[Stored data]
┄┄┄┄┄┄┄┄┄┄

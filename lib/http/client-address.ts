import { isIP } from "node:net";

/**
 * Address of who asked, as the edge in front of the web process saw it: the last hop of X-Forwarded-For. Whatever stands
 * before it was written by the client.
 * @param trusted whether such an edge is configured (TRUST_PROXY); without one the header is anybody's claim
 * @returns null where no address can be believed
 */
export function clientAddress(headers: Headers, trusted: boolean): string | null {
  if (!trusted) return null;
  const last = headers.get("x-forwarded-for")?.split(",").at(-1)?.trim() ?? "";
  return isIP(last) === 0 ? null : last;
}
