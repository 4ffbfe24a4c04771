import { crc32 } from "node:zlib";
import {
  type Axis,
  dimsOf,
  type Item,
  SHARED_AXES,
  type SharedAxisName,
  SPREAD_PAIRS,
} from "@/db/seed/control-unit/item";
import {
  addressOf,
  IMAGE_BYTES,
  ITEMS,
  MEMORY,
  type Part,
  partsOf,
  partsOfAxis,
  placesOf,
  SPREAD_PARTS,
} from "@/db/seed/control-unit/place";
import { rawOf, type ScaleName } from "@/db/seed/control-unit/scales";
import { DATA_TYPES, type DataType } from "@/lib/calibration/a2l/types";
import { randomStream } from "@/lib/signal/random";

const ERASED = 0xff;
/** Bits beside a masked one, which belong to something that the description does not tell. */
const OTHER_BITS = 0x83;

function writeNumber(bytes: Buffer, type: DataType, at: number, value: number): void {
  if (type === "FLOAT32_IEEE") bytes.writeFloatLE(value, at);
  else if (type === "SBYTE" || type === "SWORD") bytes.writeIntLE(value, at, DATA_TYPES[type]);
  else bytes.writeUIntLE(value, at, DATA_TYPES[type]);
}

/** Numbers of each part, one list a part. */
function writeParts(
  bytes: Buffer,
  from: number,
  parts: readonly Part[],
  numbers: readonly (readonly number[])[],
): void {
  const { starts } = placesOf(parts, from);
  parts.forEach(({ type }, part) => {
    numbers[part].forEach((value, i) => {
      writeNumber(bytes, type, starts[part] - MEMORY.base + i * DATA_TYPES[type], value);
    });
  });
}

const rawPoints = (points: readonly number[], scale: ScaleName, type: DataType) =>
  points.map((point) => rawOf(scale, type, point));

/** Raw values in the order in which they lie: x fastest, or y where the item is kept column by column. */
function rawCells(item: Item): number[] {
  const { scale, type, values = [], byColumn, bitMask } = item;
  const raw = values.map((value) => rawOf(scale, type, value));
  if (bitMask !== undefined) return raw.map((value) => OTHER_BITS | (value * (bitMask & -bitMask)));
  const [columns, rows] = dimsOf(item);
  if (!byColumn || rows === undefined) return raw;
  return Array.from({ length: raw.length }, (_, i) => raw[Math.floor(i / rows) + columns * (i % rows)]);
}

function writeItem(bytes: Buffer, item: Item): void {
  if (item.derived?.kind === "virtual") return;
  const own = (item.axes ?? []).filter((axis): axis is Extract<Axis, { kind: "own" }> => axis.kind === "own");
  const text = item.characters && Buffer.alloc(item.characters.bytes, 0);
  text?.write(item.characters?.text ?? "", "latin1");
  writeParts(bytes, addressOf(item.name), partsOf(item), [
    ...own.map(({ points }) => [points.length]),
    ...own.map(({ points, scale, type }) => rawPoints(points, scale, type)),
    text ? [...text] : rawCells(item),
  ]);
}

function writeSharedAxes(bytes: Buffer): void {
  for (const name of Object.keys(SHARED_AXES) as SharedAxisName[]) {
    const { points, scale, type } = SHARED_AXES[name];
    writeParts(bytes, addressOf(name), partsOfAxis(name), [[points.length], rawPoints(points, scale, type)]);
  }
  const pairs = SPREAD_PAIRS.flatMap(([rpm, place]) => [rawOf("Speed_rpm", "UWORD", rpm), place]);
  writeParts(bytes, addressOf("Axis.Speed_spread"), SPREAD_PARTS, [[SPREAD_PAIRS.length], [0], pairs]);
}

/** Bytes written over a program that no description tells of. */
export interface Patch {
  at: number;
  bytes: readonly number[];
}

/**
 * The image of the invented control unit: a program of pseudo-random bytes (the same each time), the items given, erased memory,
 * and the CRC-32 of the calibration in its last four bytes.
 */
export function writeImage(items: readonly Item[] = ITEMS, patches: readonly Patch[] = []): Buffer {
  const bytes = Buffer.alloc(IMAGE_BYTES, ERASED);
  const random = randomStream(20_261_201, 3);
  for (let at = 0; at < MEMORY.code.length; at++) bytes[at] = Math.floor(random.nextUniform() * 256);
  for (const patch of patches) Buffer.from(patch.bytes).copy(bytes, patch.at - MEMORY.base);
  const data = bytes.subarray(MEMORY.data.address - MEMORY.base);
  data.write(`${MEMORY.epk.text}\0`, MEMORY.epk.address - MEMORY.data.address, "latin1");
  writeSharedAxes(bytes);
  for (const item of items) writeItem(bytes, item);
  const end = MEMORY.checksumAt - MEMORY.data.address;
  data.writeUInt32LE(crc32(data.subarray(0, end)), end);
  return bytes;
}
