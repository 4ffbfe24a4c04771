import { describe, expect, it } from "vitest";
import { proposeOrder } from "@/lib/compare/plan/order-card";
import { type RepeatedPull, repeatability } from "@/lib/compare/plan/repeatability";
import { randomStream } from "@/lib/signal/random";

const RPM = Array.from({ length: 21 }, (_, k) => 2000 + 200 * k);

/** A road day in the order of the card: side B gains 3 %, the way back 1 %, each run loses 0.1 %, and what is given besides. */
function roadDay(twinsPerSide: number, extra: (run: number, k: number) => number, day = "d"): RepeatedPull[] {
  return proposeOrder({ twinsPerSide }).places.map(({ place, side, leg }, run) => ({
    id: `${day}${place}`,
    side,
    leg,
    order: place,
    roadDay: day,
    engineNm: RPM.map(
      (rpm, k) =>
        (250 + rpm / 100) *
        Math.exp((side === "B" ? 0.03 : 0) + (leg === "back" ? 0.01 : 0) - 0.001 * place + extra(run, k)),
    ),
  }));
}

describe("repeatability", () => {
  it("is nothing where only side, leg and drift differ", () => {
    const [result] = repeatability(
      RPM,
      roadDay(2, () => 0),
    );
    expect(result).toMatchObject({ road_day: "d", runs: 8, df: 4 });
    expect(result.sd_point_pct).toBeLessThan(1e-9);
    expect(result.sd_range_pct).toBeLessThan(1e-9);
    // The closure keeps the leg: 1 % less 0.1 % of drift, in logarithms.
    expect(result.closure.twins).toBe(4);
    expect(result.closure.largest_pct).toBeCloseTo(100 * Math.expm1(0.009), 6);
    expect(result.closure.rms_pct).toBeCloseTo(100 * Math.expm1(0.009), 6);
  });

  it("finds the scatter that was put in: levels at 0.5 %, and white noise that a range averages out", () => {
    const random = randomStream(7, 3);
    const days = 200;
    let point = 0;
    let range = 0;
    for (let day = 0; day < days; day++) {
      const levels = Array.from({ length: 12 }, () => 0.005 * random.nextNormal());
      const [result] = repeatability(
        RPM,
        roadDay(3, (run) => levels[run] + 0.004 * random.nextNormal()),
      );
      point += Math.log1p((result.sd_point_pct ?? 0) / 100) ** 2 / days;
      range += Math.log1p((result.sd_range_pct ?? 0) / 100) ** 2 / days;
    }
    // Closed form: variances add; over 5 points of a range the white part is a fifth. 200 days of 8 df: 1.8 % standard error.
    expect(Math.abs(Math.sqrt(point) / Math.hypot(0.005, 0.004) - 1)).toBeLessThan(0.06);
    expect(Math.abs(Math.sqrt(range) / Math.hypot(0.005, 0.004 / Math.sqrt(5)) - 1)).toBeLessThan(0.06);
  });

  it("keeps road days apart", () => {
    const random = randomStream(8, 3);
    const noisy = Array.from({ length: 8 }, () => 0.02 * random.nextNormal());
    const results = repeatability(RPM, [
      ...roadDay(2, () => 0, "quiet"),
      ...roadDay(2, (run) => noisy[run], "gusty"),
    ]);
    expect(results.map((result) => result.road_day)).toEqual(["quiet", "gusty"]);
    expect(results[0].sd_point_pct).toBeLessThan(1e-9);
    expect(results[1].sd_point_pct).toBeGreaterThan(0.3);
  });

  it("leaves a run out only where it has a gap", () => {
    const pulls = roadDay(2, () => 0).map((pull, run) =>
      run === 3 ? { ...pull, engineNm: pull.engineNm.map((nm, k) => (k < 5 ? null : nm)) } : pull,
    );
    const [result] = repeatability(RPM, pulls);
    expect(result).toMatchObject({ runs: 8, df: 4 });
    expect(result.sd_point_pct).toBeLessThan(1e-9);
  });

  it("says nothing of a day with no more runs than unknowns, or with none", () => {
    const [result] = repeatability(RPM, roadDay(1, () => 0).slice(0, 3));
    expect(result).toMatchObject({ runs: 3, df: 0, sd_point_pct: null, sd_range_pct: null });
    expect(repeatability(RPM, [])).toEqual([]);
  });
});
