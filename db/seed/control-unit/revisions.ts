import { type Item, placeOfCell, ramp } from "@/db/seed/control-unit/item";
import { ITEMS, MEMORY } from "@/db/seed/control-unit/place";
import { SCALES } from "@/db/seed/control-unit/scales";
import { type Patch, writeImage } from "@/db/seed/control-unit/write-image";
import { hill } from "@/db/seed/demo-effects";

/** A cell's new value from its old one and where it lies on the axes. */
type Rule = (value: number, ...at: number[]) => number;

/** What a revision of the demo's story changes, on top of the image as found. */
interface Change {
  label: string;
  rules: Readonly<Record<string, Rule>>;
  /** Points of an item's own axis that move. */
  axes?: Readonly<Record<string, { axis: number; points: readonly number[] }>>;
  patches?: readonly Patch[];
}

/** More pressure over a range of engine speed, all of it at full pedal. */
const moreBoost =
  (kPa: number, fromRpm: number, toRpm: number): Rule =>
  (value, rpm, pedal) =>
    value + hill(kPa, fromRpm, toRpm)(rpm) * ramp(pedal, 55, 85);
/** Another air ratio over a range of engine speed, where there is boost. */
const moreLambda =
  (lambda: number, fromRpm: number, toRpm: number): Rule =>
  (value, rpm, kPa) =>
    value + hill(lambda, fromRpm, toRpm)(rpm) * ramp(kPa, 120, 160);
/** Later ignition over a range of engine speed, where there is boost. */
const laterIgnition =
  (degrees: number, fromRpm: number, toRpm: number): Rule =>
  (value, rpm, kPa) =>
    value - hill(degrees, fromRpm, toRpm, 200)(rpm) * ramp(kPa, 120, 160);
/** Warmer air is answered from five degrees later on. */
const AIR_POINTS = { axis: 0, points: [0, 20, 35, 45, 55, 75] };

/** What each image of the story changes: what the simulated engine then shows stands in demo-effects. */
export const CHANGES = {
  asFound: { label: "as the car came", rules: {} },
  midRange: {
    label: "mid-range 1",
    rules: {
      "Boost.Target": moreBoost(11, 2300, 4700),
      "Fuel.Lambda_target": moreLambda(0.008, 2300, 4700),
    },
  },
  topEnd: {
    label: "top end 1",
    rules: { "Ignition.Base": laterIgnition(4.5, 5400, 7000) },
  },
  ignition: {
    label: "mid-range 2",
    rules: {
      "Boost.Target": moreBoost(10, 2300, 4600),
      "Ignition.Base": laterIgnition(2, 2300, 4600),
    },
  },
  visitor: {
    label: "full curve 1",
    rules: {
      "Boost.Target": (value, rpm, pedal) =>
        moreBoost(10, 2300, 4600)(value, rpm, pedal) + 4 * ramp(pedal, 55, 85),
      "Ignition.Base": laterIgnition(2, 2300, 4600),
      "Fuel.Lambda_target": (value, _, kPa) => value + 0.005 * ramp(kPa, 120, 160),
      "Boost.Overshoot_most": () => 20,
    },
    axes: { "Ignition.Air_correction": AIR_POINTS },
    // Bytes of the program that the description says nothing about.
    patches: [{ at: MEMORY.code.address + 0x1300, bytes: [0x62, 0x63, 0x63, 0x62] }],
  },
} as const satisfies Record<string, Change>;
export type ImageName = keyof typeof CHANGES;

/** As a workshop would type it. */
const typed = (item: Item, value: number) => Number(value.toFixed(SCALES[item.scale].decimals));

/** An item as a revision leaves it. */
function changed(item: Item, { label, rules, axes }: Change): Item {
  if (item.characters) return { ...item, characters: { ...item.characters, text: label } };
  const rule = rules[item.name];
  const moved = axes?.[item.name];
  return {
    ...item,
    values: rule
      ? item.values?.map((value, cell) => typed(item, rule(value, ...placeOfCell(item.axes ?? [], cell))))
      : item.values,
    axes: moved
      ? item.axes?.map((axis, at) =>
          at === moved.axis && axis.kind === "own" ? { ...axis, points: moved.points } : axis,
        )
      : item.axes,
  };
}

/** Everything that an image of the story holds, in physical numbers. */
export const itemsOf = (name: ImageName): readonly Item[] =>
  ITEMS.map((item) => changed(item, CHANGES[name]));

/** The bytes of an image of the story, from the first address of the control unit on. */
export function imageBytes(name: ImageName): Buffer {
  const { patches = [] }: Change = CHANGES[name];
  return writeImage(itemsOf(name), patches);
}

┄┄┄┄┄┄┄┄┄┄

_HOW TO COMPLETE THIS TASK_. Output, please, only the lines running from the start of the entries through the line that contains "if (!trusted) return null;", including both of those lines.

_RESPONSE AREA_.
filename lib/http/client-address.ts
import { isIP } from "node:net";

/**
 * Address of who asked, as the edge in front of the web process saw it: the last hop of X-Forwarded-For. Whatever stands
 * before it was written by the client.
 * @param trusted whether such an edge is configured (TRUST_PROXY); without one the header is anybody's claim
 * @returns null where no address can be believed
 */
export function clientAddress(headers: Headers, trusted: boolean): string | null {
  if (!trusted) return null;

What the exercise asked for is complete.